# Problem statement
All lines of the listing that contain "writeResultsCsv" should be shown in full.

# Data excerpts
++++
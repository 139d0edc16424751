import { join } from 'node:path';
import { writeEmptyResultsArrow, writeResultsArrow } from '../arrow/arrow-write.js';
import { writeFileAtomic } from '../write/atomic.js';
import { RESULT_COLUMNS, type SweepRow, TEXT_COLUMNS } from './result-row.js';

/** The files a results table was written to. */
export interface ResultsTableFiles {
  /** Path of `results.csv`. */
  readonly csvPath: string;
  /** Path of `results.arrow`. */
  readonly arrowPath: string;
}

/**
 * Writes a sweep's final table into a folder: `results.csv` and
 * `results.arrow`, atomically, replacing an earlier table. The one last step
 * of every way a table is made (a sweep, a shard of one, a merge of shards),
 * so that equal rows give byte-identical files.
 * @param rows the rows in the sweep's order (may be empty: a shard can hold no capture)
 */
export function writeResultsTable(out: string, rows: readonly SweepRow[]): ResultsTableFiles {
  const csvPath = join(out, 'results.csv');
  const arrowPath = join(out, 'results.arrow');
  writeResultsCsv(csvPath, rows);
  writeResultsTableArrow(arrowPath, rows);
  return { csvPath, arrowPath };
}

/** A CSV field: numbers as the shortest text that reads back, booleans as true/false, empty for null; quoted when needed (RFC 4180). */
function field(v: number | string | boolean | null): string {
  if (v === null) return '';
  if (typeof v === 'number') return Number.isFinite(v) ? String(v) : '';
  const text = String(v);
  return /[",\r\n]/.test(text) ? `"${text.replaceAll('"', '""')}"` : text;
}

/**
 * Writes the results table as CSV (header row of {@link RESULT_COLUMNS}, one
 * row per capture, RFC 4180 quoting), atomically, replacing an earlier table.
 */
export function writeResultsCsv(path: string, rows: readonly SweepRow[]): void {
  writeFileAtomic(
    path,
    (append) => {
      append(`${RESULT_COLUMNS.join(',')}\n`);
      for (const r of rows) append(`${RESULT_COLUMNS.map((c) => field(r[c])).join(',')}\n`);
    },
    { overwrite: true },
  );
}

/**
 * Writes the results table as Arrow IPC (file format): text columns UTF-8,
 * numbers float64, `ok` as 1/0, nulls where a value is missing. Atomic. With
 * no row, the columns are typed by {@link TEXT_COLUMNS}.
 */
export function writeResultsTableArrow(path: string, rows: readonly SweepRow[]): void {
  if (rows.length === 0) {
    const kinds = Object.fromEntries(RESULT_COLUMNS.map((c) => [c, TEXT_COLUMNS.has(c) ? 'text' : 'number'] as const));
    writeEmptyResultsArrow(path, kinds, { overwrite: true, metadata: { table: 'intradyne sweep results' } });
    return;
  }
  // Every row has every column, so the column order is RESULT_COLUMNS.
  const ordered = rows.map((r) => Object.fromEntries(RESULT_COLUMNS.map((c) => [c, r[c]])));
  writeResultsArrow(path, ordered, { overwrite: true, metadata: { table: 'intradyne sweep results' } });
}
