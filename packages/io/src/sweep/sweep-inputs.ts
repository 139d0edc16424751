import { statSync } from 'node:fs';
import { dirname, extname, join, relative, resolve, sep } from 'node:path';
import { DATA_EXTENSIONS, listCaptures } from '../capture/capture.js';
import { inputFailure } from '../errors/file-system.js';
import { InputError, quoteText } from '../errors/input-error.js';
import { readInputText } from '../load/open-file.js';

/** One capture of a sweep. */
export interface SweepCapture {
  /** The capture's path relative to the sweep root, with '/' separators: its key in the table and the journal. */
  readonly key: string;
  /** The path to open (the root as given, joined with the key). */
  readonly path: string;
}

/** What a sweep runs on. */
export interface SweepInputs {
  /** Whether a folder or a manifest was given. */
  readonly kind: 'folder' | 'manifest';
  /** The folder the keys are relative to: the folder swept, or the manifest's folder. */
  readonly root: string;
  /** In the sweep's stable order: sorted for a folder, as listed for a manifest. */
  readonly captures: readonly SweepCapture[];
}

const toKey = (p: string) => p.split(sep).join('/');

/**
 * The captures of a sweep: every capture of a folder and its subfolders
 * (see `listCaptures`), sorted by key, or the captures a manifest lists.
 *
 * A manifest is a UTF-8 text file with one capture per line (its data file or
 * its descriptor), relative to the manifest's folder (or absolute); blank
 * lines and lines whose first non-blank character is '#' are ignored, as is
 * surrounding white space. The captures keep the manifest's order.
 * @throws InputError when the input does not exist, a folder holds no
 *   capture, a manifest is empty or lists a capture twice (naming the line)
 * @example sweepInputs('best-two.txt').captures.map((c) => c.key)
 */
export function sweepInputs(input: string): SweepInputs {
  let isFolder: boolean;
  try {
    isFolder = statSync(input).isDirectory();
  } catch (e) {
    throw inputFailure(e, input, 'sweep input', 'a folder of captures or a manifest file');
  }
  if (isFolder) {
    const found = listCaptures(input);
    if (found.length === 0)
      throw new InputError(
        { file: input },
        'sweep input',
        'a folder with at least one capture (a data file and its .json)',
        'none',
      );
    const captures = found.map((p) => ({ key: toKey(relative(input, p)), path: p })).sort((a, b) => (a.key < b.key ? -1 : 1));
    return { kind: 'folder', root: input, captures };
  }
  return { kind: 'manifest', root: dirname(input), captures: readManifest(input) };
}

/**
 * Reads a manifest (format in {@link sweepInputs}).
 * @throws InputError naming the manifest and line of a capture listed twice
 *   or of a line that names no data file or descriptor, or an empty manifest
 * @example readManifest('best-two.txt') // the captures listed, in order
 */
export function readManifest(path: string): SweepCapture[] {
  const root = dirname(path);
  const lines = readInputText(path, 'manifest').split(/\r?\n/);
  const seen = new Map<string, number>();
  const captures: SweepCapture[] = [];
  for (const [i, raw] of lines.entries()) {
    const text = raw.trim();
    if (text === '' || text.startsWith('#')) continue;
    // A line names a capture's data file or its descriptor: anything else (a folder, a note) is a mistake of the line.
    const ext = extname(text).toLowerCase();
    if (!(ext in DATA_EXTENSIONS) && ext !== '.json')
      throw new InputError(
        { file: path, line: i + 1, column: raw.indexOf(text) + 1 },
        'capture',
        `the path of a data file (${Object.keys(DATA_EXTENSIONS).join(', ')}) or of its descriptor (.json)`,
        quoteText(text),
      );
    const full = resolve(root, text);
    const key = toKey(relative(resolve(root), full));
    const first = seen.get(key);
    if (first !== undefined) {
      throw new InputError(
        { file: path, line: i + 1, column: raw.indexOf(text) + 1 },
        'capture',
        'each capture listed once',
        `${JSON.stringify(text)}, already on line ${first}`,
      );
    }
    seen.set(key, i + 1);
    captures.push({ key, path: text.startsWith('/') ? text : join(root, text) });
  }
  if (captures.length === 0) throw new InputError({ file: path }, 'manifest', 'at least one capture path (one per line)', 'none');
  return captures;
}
++++
# Solution to the exercise
  writeResultsCsv(csvPath, rows);
export function writeResultsCsv(path: string, rows: readonly SweepRow[]): void {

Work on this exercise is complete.